About this exercise >> Repeat, please, only the lines from the top of the data down to the line with "from massmodel.core.model import Model"; include both of those lines.

Data to process >>
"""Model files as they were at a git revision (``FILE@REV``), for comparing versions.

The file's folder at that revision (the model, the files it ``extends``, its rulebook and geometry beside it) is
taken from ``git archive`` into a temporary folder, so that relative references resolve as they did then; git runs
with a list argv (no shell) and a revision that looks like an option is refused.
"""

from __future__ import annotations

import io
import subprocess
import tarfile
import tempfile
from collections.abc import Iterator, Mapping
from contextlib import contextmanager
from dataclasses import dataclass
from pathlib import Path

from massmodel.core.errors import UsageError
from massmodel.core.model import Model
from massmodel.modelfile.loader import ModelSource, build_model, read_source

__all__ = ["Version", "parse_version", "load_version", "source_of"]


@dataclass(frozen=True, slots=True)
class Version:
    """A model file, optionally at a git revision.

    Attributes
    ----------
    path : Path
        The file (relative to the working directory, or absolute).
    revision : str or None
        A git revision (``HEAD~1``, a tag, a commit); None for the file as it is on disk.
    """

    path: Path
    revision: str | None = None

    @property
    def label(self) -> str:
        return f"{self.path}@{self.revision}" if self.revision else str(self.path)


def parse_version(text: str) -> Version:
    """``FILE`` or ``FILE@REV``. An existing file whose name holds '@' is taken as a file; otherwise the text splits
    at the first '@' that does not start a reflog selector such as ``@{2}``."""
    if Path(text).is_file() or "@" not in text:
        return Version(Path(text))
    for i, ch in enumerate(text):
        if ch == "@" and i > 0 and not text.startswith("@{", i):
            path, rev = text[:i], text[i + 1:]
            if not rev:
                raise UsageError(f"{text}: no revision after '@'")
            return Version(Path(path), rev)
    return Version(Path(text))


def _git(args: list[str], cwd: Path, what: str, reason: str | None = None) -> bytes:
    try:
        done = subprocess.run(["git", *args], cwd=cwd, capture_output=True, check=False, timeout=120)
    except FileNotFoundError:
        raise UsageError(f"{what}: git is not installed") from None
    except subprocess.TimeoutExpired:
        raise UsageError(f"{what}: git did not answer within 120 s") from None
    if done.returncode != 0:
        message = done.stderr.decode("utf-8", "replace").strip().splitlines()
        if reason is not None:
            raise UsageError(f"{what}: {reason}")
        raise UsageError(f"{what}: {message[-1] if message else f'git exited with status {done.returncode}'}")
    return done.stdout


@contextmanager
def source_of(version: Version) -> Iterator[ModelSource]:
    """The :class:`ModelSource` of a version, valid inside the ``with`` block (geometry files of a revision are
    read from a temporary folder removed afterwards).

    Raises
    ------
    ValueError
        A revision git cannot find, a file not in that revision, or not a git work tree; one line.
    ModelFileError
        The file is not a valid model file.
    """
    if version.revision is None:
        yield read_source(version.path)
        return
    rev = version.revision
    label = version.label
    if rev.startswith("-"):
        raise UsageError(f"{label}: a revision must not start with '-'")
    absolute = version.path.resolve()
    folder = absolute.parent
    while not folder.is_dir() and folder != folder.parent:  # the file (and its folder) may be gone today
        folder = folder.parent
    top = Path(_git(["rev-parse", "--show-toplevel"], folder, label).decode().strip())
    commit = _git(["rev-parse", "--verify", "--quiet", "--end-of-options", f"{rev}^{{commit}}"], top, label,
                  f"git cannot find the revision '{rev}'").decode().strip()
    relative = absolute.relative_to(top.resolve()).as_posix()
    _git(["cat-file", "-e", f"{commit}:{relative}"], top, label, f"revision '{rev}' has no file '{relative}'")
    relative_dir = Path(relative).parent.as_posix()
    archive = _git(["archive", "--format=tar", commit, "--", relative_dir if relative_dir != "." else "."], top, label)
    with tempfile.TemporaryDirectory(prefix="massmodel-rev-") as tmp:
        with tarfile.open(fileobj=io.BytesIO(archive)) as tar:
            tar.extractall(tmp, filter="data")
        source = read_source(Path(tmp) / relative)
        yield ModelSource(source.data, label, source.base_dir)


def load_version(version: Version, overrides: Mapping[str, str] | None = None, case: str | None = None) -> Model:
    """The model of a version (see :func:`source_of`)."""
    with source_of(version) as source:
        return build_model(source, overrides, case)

Output for this task >>
"""Model files as they were at a git revision (``FILE@REV``), for comparing versions.

The file's folder at that revision (the model, the files it ``extends``, its rulebook and geometry beside it) is
taken from ``git archive`` into a temporary folder, so that relative references resolve as they did then; git runs
with a list argv (no shell) and a revision that looks like an option is refused.
"""

from __future__ import annotations

import io
import subprocess
import tarfile
import tempfile
from collections.abc import Iterator, Mapping
from contextlib import contextmanager
from dataclasses import dataclass
from pathlib import Path

from massmodel.core.errors import UsageError
from massmodel.core.model import Model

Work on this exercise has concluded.